- **Collected data**
----
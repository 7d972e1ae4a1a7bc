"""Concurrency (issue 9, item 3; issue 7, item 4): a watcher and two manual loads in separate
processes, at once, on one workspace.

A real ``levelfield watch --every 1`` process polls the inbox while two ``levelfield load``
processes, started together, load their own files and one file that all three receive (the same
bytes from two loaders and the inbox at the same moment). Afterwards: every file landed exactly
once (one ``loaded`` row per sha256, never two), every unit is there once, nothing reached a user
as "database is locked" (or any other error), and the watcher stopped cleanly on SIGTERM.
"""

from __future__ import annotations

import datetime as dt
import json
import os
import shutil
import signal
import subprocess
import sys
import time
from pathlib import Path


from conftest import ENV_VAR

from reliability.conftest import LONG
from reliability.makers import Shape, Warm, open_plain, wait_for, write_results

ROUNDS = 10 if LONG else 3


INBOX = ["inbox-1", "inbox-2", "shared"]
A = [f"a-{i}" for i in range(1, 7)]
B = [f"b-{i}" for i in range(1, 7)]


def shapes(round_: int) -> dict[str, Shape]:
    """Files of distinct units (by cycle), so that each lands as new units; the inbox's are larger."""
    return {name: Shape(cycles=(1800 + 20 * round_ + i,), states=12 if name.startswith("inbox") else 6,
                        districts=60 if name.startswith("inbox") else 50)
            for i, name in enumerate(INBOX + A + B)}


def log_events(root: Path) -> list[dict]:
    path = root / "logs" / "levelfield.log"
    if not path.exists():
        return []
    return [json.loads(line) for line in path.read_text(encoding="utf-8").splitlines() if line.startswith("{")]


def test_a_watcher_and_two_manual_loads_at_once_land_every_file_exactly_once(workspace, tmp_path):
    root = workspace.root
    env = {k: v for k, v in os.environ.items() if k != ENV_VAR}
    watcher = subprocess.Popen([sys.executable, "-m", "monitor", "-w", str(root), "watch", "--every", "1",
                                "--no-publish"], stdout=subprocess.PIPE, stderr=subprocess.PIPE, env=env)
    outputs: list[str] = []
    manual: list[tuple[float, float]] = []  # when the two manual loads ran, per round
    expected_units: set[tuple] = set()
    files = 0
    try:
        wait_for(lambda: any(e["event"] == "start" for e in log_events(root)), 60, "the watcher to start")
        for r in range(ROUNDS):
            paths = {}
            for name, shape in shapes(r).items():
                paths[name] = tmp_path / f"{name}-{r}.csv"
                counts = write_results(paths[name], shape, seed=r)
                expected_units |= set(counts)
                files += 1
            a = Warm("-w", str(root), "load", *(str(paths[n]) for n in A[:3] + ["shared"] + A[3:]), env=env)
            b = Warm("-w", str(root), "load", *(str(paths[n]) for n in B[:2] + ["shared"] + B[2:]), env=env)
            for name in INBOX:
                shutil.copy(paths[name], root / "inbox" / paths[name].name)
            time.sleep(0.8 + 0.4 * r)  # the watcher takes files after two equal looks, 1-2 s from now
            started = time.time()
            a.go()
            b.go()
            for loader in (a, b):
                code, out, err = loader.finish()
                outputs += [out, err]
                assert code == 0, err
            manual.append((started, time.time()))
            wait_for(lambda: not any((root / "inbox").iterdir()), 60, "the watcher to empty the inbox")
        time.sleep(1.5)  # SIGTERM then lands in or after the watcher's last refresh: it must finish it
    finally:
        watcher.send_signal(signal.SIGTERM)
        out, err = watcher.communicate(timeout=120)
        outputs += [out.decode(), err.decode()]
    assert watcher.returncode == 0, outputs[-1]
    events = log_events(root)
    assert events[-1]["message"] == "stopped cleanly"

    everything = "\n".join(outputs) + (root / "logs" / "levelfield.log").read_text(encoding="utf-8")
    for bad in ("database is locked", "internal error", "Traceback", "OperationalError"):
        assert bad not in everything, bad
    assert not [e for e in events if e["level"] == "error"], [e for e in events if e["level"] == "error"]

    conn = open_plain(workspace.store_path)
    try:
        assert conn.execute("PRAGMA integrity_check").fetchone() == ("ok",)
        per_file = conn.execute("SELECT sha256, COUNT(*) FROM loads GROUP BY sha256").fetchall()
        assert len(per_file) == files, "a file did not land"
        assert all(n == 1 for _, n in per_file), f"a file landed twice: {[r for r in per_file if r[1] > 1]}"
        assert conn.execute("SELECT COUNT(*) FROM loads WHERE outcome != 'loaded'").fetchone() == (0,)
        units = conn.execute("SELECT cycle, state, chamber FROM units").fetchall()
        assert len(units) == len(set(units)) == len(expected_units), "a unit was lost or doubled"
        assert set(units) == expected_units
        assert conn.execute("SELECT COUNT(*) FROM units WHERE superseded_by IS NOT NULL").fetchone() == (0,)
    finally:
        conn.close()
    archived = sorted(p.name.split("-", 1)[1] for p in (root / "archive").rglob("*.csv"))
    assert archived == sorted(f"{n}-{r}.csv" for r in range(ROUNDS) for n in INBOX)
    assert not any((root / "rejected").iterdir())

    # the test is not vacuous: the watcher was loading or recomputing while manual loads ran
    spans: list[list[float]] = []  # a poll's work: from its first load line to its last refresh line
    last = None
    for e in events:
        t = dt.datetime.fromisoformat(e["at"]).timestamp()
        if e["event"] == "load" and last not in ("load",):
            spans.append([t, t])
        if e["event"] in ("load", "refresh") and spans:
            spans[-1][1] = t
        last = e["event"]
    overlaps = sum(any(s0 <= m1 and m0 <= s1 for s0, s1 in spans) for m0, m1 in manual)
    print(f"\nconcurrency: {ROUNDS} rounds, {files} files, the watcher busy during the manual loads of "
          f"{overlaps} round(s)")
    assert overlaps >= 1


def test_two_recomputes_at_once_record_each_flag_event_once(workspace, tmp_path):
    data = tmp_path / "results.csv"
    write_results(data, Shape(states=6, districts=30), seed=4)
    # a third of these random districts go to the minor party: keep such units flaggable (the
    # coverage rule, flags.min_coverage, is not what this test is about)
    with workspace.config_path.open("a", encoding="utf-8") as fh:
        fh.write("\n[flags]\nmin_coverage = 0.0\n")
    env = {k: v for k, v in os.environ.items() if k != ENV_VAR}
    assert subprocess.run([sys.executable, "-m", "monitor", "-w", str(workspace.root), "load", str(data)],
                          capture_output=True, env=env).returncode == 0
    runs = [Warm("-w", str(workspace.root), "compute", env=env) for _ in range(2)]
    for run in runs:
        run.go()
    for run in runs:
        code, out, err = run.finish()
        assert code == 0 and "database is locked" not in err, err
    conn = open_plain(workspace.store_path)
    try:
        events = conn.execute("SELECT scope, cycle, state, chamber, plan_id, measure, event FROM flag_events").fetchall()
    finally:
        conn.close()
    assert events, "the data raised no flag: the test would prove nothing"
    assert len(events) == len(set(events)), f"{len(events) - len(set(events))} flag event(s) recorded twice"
----
- **Work required**
Return every line from the entries above that contains the word "Warm".

- **Response area**
from reliability.makers import Shape, Warm, open_plain, wait_for, write_results
            a = Warm("-w", str(root), "load", *(str(paths[n]) for n in A[:3] + ["shared"] + A[3:]), env=env)
            b = Warm("-w", str(root), "load", *(str(paths[n]) for n in B[:2] + ["shared"] + B[2:]), env=env)
    runs = [Warm("-w", str(workspace.root), "compute", env=env) for _ in range(2)]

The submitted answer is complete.